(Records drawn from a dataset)
[Start of Attachment]

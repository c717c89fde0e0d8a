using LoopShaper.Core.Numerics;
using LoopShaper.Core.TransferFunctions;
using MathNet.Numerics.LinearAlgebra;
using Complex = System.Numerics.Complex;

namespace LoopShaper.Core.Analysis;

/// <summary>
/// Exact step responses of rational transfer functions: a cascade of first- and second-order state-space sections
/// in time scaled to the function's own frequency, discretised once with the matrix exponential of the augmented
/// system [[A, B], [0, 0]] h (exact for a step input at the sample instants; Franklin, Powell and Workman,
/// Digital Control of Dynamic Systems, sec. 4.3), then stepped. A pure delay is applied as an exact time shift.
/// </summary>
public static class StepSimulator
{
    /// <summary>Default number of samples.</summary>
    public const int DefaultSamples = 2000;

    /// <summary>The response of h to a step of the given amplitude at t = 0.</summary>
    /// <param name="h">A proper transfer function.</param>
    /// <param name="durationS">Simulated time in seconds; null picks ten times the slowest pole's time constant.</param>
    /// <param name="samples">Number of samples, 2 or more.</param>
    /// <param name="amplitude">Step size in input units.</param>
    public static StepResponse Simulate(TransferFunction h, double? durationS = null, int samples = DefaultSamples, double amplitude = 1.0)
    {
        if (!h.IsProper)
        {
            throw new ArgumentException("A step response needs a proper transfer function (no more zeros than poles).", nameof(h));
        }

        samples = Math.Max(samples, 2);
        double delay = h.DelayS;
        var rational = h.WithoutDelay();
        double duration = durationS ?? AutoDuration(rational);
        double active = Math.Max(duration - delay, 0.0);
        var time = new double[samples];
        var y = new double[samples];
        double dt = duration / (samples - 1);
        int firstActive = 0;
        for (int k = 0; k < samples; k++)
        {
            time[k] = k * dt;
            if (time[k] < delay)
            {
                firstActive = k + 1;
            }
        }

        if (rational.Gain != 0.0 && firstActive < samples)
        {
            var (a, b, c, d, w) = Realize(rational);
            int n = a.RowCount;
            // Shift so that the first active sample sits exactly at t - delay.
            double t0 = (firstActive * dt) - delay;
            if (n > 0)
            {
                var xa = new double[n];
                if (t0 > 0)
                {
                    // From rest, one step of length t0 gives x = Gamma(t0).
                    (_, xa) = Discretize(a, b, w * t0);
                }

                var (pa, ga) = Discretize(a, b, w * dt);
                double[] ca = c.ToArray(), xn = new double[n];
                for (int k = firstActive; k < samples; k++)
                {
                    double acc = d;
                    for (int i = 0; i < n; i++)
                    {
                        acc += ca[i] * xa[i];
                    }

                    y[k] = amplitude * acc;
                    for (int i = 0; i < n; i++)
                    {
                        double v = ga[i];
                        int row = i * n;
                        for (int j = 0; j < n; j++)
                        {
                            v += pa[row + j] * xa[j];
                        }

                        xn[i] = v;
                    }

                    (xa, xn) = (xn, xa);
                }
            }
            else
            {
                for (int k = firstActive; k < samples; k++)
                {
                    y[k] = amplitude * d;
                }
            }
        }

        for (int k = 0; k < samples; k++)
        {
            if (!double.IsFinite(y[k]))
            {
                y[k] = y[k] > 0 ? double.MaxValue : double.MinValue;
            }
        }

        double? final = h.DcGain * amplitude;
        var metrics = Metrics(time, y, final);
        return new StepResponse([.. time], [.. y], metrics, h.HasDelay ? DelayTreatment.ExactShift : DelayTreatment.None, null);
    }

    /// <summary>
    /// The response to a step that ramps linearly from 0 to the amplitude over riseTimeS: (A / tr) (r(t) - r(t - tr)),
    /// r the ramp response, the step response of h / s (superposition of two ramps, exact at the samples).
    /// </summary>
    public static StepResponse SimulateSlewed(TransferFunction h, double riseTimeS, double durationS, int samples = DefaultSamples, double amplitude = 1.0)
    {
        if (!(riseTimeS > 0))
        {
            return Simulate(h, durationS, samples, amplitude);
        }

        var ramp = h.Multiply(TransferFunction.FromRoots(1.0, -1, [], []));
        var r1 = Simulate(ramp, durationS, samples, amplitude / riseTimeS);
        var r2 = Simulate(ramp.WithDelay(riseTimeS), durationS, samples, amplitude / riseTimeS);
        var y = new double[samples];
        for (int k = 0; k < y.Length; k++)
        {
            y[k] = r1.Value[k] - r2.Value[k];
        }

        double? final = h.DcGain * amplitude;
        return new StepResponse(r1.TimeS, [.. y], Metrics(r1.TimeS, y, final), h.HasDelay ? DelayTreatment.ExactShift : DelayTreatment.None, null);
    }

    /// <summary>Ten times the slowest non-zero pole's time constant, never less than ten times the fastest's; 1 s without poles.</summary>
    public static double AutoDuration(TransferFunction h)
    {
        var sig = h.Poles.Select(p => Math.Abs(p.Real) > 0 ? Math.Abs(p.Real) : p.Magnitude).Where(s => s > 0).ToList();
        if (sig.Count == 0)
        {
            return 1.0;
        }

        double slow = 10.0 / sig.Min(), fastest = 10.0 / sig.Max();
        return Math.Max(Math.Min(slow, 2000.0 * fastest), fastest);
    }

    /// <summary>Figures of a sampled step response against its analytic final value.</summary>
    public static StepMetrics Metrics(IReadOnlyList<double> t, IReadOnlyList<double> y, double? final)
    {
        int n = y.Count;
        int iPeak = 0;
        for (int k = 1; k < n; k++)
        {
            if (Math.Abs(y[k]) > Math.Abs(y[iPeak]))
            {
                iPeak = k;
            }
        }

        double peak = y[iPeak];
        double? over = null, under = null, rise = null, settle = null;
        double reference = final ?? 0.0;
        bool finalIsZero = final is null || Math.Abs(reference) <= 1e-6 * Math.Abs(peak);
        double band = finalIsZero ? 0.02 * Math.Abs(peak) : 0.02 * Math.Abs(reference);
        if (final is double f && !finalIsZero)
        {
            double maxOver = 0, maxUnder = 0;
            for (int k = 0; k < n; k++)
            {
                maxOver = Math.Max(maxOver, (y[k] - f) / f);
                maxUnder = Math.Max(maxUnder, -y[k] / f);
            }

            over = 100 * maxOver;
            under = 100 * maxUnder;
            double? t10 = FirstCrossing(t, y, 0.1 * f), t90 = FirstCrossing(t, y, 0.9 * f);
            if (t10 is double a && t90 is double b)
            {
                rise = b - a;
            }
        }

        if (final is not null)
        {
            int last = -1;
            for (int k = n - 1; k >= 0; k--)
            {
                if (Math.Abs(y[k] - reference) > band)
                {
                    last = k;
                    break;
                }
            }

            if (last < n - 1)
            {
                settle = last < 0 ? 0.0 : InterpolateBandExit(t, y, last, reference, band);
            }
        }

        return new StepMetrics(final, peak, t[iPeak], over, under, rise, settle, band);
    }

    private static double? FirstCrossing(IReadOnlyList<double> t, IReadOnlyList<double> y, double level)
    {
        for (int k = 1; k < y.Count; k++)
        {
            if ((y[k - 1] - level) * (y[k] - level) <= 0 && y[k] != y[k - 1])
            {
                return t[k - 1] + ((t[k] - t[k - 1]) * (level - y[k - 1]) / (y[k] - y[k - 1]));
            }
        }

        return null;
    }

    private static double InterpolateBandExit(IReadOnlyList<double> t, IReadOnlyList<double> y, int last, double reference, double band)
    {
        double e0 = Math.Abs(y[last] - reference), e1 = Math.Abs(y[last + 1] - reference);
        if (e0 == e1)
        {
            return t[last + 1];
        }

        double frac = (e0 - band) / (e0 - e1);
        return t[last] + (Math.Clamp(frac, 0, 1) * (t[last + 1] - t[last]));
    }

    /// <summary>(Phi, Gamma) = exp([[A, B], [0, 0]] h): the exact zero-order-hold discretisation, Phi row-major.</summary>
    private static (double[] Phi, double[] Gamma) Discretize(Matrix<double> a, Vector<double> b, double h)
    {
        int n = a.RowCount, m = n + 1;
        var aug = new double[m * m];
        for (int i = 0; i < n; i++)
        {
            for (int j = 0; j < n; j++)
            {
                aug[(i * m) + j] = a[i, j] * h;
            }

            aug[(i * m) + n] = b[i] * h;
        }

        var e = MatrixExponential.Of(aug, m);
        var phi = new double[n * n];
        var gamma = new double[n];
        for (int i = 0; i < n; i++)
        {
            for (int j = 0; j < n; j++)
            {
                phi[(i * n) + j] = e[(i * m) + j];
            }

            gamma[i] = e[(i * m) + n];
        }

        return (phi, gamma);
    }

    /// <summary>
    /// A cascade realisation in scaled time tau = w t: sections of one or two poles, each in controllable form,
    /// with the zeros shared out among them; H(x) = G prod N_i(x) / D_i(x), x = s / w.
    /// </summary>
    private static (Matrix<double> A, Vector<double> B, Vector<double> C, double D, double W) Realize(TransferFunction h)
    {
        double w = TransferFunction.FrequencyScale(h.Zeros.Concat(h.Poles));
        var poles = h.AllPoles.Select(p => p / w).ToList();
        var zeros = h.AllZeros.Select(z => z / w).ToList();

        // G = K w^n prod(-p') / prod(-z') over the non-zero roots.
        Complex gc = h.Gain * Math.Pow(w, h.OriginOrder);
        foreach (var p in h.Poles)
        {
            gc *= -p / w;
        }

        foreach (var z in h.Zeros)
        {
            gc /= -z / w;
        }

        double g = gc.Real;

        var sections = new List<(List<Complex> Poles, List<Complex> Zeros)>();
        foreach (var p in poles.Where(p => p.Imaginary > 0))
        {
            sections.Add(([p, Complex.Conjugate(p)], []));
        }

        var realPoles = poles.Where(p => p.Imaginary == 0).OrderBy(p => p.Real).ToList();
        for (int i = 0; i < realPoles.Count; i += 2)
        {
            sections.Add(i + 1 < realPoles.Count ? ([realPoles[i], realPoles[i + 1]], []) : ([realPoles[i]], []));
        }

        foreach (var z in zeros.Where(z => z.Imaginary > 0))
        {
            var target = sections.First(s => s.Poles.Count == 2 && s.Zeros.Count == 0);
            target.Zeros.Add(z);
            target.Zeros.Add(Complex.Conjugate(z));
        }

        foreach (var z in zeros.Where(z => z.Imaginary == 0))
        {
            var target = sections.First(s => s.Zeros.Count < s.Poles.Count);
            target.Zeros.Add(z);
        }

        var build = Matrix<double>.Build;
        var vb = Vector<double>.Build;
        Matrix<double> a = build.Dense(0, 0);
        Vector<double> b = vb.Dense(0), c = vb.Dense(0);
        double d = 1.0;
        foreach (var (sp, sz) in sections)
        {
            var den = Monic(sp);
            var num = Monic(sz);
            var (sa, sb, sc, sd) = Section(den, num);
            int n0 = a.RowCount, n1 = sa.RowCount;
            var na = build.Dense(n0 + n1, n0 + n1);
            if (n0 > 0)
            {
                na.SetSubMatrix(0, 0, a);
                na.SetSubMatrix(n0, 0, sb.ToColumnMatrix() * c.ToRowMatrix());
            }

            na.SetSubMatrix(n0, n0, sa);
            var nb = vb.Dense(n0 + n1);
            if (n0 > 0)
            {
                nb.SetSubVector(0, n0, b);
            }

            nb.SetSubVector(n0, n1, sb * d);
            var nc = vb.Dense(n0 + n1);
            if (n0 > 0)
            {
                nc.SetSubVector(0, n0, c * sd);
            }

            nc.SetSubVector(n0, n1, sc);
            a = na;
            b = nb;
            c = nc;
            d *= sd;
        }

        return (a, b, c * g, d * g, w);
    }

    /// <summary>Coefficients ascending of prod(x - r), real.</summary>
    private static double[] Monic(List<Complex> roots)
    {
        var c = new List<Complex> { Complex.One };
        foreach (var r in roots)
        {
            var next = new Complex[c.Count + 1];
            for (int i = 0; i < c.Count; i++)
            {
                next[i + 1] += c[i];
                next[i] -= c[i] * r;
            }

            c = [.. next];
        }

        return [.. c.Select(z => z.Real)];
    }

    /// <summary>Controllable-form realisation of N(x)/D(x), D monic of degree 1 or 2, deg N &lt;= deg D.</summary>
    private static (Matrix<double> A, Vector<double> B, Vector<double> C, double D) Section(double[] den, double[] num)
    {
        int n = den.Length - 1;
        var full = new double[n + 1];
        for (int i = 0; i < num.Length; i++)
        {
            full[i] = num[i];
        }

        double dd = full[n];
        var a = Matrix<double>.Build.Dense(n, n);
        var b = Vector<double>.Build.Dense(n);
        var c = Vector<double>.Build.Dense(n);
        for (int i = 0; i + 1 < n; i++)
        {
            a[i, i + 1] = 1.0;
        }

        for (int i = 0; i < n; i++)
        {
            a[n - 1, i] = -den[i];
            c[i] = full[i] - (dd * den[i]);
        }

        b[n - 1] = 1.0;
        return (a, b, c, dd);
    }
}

[End of Attachment]

- [Exercise objective]:
Scan the entries above for the line containing "var (sa, sb, sc, sd)", and copy it and all lines after it exactly, down to and including the line containing "na.SetSubMatrix(0, 0, a);".

- [Finished task]:
            var (sa, sb, sc, sd) = Section(den, num);
            int n0 = a.RowCount, n1 = sa.RowCount;
            var na = build.Dense(n0 + n1, n0 + n1);
            if (n0 > 0)
            {
                na.SetSubMatrix(0, 0, a);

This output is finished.